Look at this - need feedback-  - mtrue

"A" is me little startup, "B" some wanna be guys who want to say they run a startup. "C" a guy with an interesting idea who met "B" somewhere, used us, "A" to present for them and now want to cut us out of the deal.<p>everyone look at this section of an amendment to a contract that my partner signed last december.  and before you read this, know these things:
1. my company "A" introduced company "B" to the team that created the business plan for investment approach for company "C".  i also helped "B" negotiate a better deal with "C"
2. As of last december we were all partners.  as of last summer, i was on the teams advising on strategy, my company coming up with some very key revenue points
3. part of the business plan presentation included an interactive working software feature, created by my company, and is the only working software feature yet in the package - although this "C" is an internet company.
 3.  i already have an email with me@"C".  
4.   They are claiming that they will introduce me to "C" and will sue me if i try to reach out to "C" on my own.<p>6.	Upon signing this Agreement, "A" shall not directly or indirectly contact "C" or solicit business from "C" in furtherance of the present projects or any other projects during the Term of this Agreement.  In the event of a breach of this paragraph 6,  "B" shall have such remedies as may be available to it at common law, including without limitation injunctive relief, and in the event of any lawsuit or action occasioned by such breach, the prevailing party shall be entitled to recover the costs and expenses of suit, including without limitation reasonable attorneys’ fees.
======
brk
Only had 1 cup of coffee so far, but I think I'm following your A, B, C story.

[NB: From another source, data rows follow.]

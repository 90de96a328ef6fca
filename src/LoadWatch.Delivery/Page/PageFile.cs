using System.Text;
using LoadWatch.Notices;
using NodaTime;
using NodaTime.Text;

namespace LoadWatch.Delivery.Page;

/// <summary>
/// The page on disk: <c>ada.html</c> is always the newest, <c>ada-2026-03-01.html</c> the one of a decided notice. A reader meets the old page or the new
/// one, never half of one: it is written aside and renamed. <c>ada~past.html</c> lists those that are there; no id can hold the tilde. Only the page of a notice is flushed to the disk, since it counts as delivered; the newest one is
/// written again by the next sweep that follows a power cut.
/// </summary>
public sealed class PageFile(string folder) : INoticeChannel
{
    private const int NameAtMost = 100;

    public string Name => "page";

    public ChannelOutcome Deliver(Notice notice, string recipient)
    {
        if (!IsFileName(notice.ContactId))
        {
            return NoFileName;
        }

        return PrivateFolder.Use(folder, () =>
        {
            Replace(Path.Combine(folder, DatedName(notice.ContactId, notice.Date)), notice.Html, flush: true);
            if (!HasLater(folder, notice))
            {
                Replace(Path.Combine(folder, notice.ContactId + ".html"), notice.Html, flush: false);
            }

            WritePast(folder, notice.ContactId);
        });
    }

    /// <summary>Rewrites a contact's newest page.</summary>
    public static ChannelOutcome Write(string folder, string contactId, string html)
    {
        if (!IsFileName(contactId))
        {
            return NoFileName;
        }

        return PrivateFolder.Use(folder, sync: false, work: () =>
        {
            Replace(Path.Combine(folder, contactId + ".html"), html, flush: false);
            if (!File.Exists(Path.Combine(folder, PastName(contactId))))
            {
                WritePast(folder, contactId);
            }
        });
    }

    /// <summary>Name of the list of a contact's pages.</summary>
    internal static string PastName(string contactId) => $"{contactId}~past.html";

    private static void WritePast(string folder, string contactId) =>
        Replace(Path.Combine(folder, PastName(contactId)), PastPages.Render(folder, contactId), flush: false);

    private static ChannelOutcome NoFileName => ChannelOutcome.Failed(
        $"the contact's id cannot name a file: up to {NameAtMost} of the letters a to z, digits, dash, underscore and dot, "
        + "beginning with a letter or digit");

    private static string DatedName(string contactId, LocalDate date) => $"{contactId}-{LocalDatePattern.Iso.Format(date)}.html";

    /// <summary>A notice that got through late does not cover a younger page.</summary>
    private static bool HasLater(string folder, Notice notice) => Directory
        .EnumerateFiles(folder, $"{notice.ContactId}-????-??-??.html")
        .Any(path => string.CompareOrdinal(Path.GetFileName(path), DatedName(notice.ContactId, notice.Date)) > 0);

    private static void Replace(string path, string html, bool flush)
    {
        var aside = path + ".part";
        File.Delete(aside);
        using (var file = new FileStream(aside, PrivateFolder.Options(FileMode.CreateNew, FileAccess.Write)))
        {
            file.Write(Encoding.UTF8.GetBytes(html));
            file.Flush(flushToDisk: flush);
        }

        File.Move(aside, path, overwrite: true);
    }

    private static bool IsFileName(string id) =>
        id.Length is > 0 and <= NameAtMost
        && char.IsAsciiLetterOrDigit(id[0])
        && id.All(letter => char.IsAsciiLetterOrDigit(letter) || letter is '-' or '_' or '.');
}
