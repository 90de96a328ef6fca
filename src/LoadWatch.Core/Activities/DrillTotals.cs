using LoadWatch.Loads;

namespace LoadWatch.Activities;

/// <summary>
/// What drills of one session make of a quantity together: amounts (metres, minutes, counts, kilojoules) add up, tops and maxima take the largest, and
/// shares, means, rates and ratings cannot be put together.
/// </summary>
internal static class DrillTotals
{
    private static readonly string[] Largest = ["_top", "_max"];
    private static readonly string[] Apart = ["_share", "_mean", "_per_minute", RatedLoad.Rating];
    private static readonly string[] UnitsOfNoAmount = ["%", "bpm", "m/s", "m/s2", "m/min", "W", "W/kg"];

    /// <summary>Null where the drills cannot be put together.</summary>
    /// <param name="drills">Of one name, at least one, finite.</param>
    public static Quantity? Of(IEnumerable<Quantity> drills)
    {
        var values = drills.ToList();
        var first = values[0];
        if (values.Exists(one => one.Unit != first.Unit) || Value(first, values) is not { } value || !double.IsFinite(value))
        {
            return null;
        }

        return first with { Value = Significant.Round(value), Estimated = values.Exists(one => one.Estimated) };
    }

    private static double? Value(Quantity kind, List<Quantity> values)
    {
        if (EndsWithAny(kind.Name, Largest))
        {
            return values.Max(one => one.Value);
        }

        return EndsWithAny(kind.Name, Apart) || UnitsOfNoAmount.Contains(kind.Unit, StringComparer.Ordinal) ? null : values.Sum(one => one.Value);
    }

    private static bool EndsWithAny(string name, string[] endings) => Array.Exists(endings, ending => name.EndsWith(ending, StringComparison.Ordinal));
}
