using LoadWatch.Recordings;

namespace LoadWatch.Activities;

/// <summary>What becomes of a recording in its activity.</summary>
public enum ContributionRole
{
    /// <summary>The activity is named by it.</summary>
    Wins,

    /// <summary>It gives what richer ones have not.</summary>
    Gives,

    /// <summary>Richer ones hold all that it could give.</summary>
    Superseded,

    /// <summary>Its names hold a corrected content now, which is in the activity too: it gives nothing.</summary>
    Replaced,

    /// <summary>Its original in the archive is missing or damaged: the activity is computed without it.</summary>
    Unreadable,
}

/// <summary>What one recording gives to its activity.</summary>
/// <param name="Key">Of the recording.</param>
/// <param name="Gifts">Null: all that it holds, as it is.</param>
public sealed record Contribution(string Key, ContributionRole Role, IReadOnlyList<Gift>? Gifts)
{
    /// <summary>The device or layout that wrote it (I-6): a source has recorded, also where another one counts.</summary>
    public string Source { get; init; } = "";

    public bool IsAs(Contribution other) =>
        Key == other.Key
        && Role == other.Role
        && Gifts is null == other.Gifts is null
        && (Gifts is null || (Gifts.Count == other.Gifts!.Count && Gifts.Zip(other.Gifts).All(pair => pair.First.IsAs(pair.Second))));
}

/// <summary>A thing that a recording gives.</summary>
/// <param name="Channel">Null for what has no readings.</param>
/// <param name="Whole">What it is where it has no readings; null for a channel.</param>
/// <param name="Stretches">Of a channel: when its readings count, in time order.</param>
public sealed record Gift(Channel? Channel, WholeGift? Whole, IReadOnlyList<Stretch> Stretches)
{
    public static Gift Of(WholeGift whole) => new(null, whole, []);

    public bool IsAs(Gift other) => Channel == other.Channel && Whole == other.Whole && Stretches.SequenceEqual(other.Stretches);
}

/// <summary>What a recording gives that has no readings.</summary>
public enum WholeGift
{
    /// <summary>Its strength sets.</summary>
    Sets,

    /// <summary>The distance that its session states.</summary>
    StatedDistance,

    /// <summary>Its sport.</summary>
    Sport,
}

What you did verbally, without documentation and contracts, is of little
realistic value (other than to maybe help verify the fact that it looks like
you're getting screwed).

From what you have written above, it looks like your company A can't do any
business with C, without a penalty and a lot of legal scrabbling.

Having no idea what the realistic business value of working with C is, it's
hard to give much advice.

You could lawyer up on this, and maybe make some progress. By law contracts
are supposed to be mutually beneficial to both parties. There may be other
laws and such in your region that prevent you from signing away certain
rights, and override this contract. This is most likely an expensive pursuit,
so you should be REALLY sure of the value of C.

If B is a corporation and not a person, what are the chances that they go out
of business? (that would pretty much invalidate this as well).

My gut feeling is that this is probably one of those expensive lessons that
you can't help but learn in real-time in the world, and you should probably do
your best to push back, but not waste too much time/effort fighting it.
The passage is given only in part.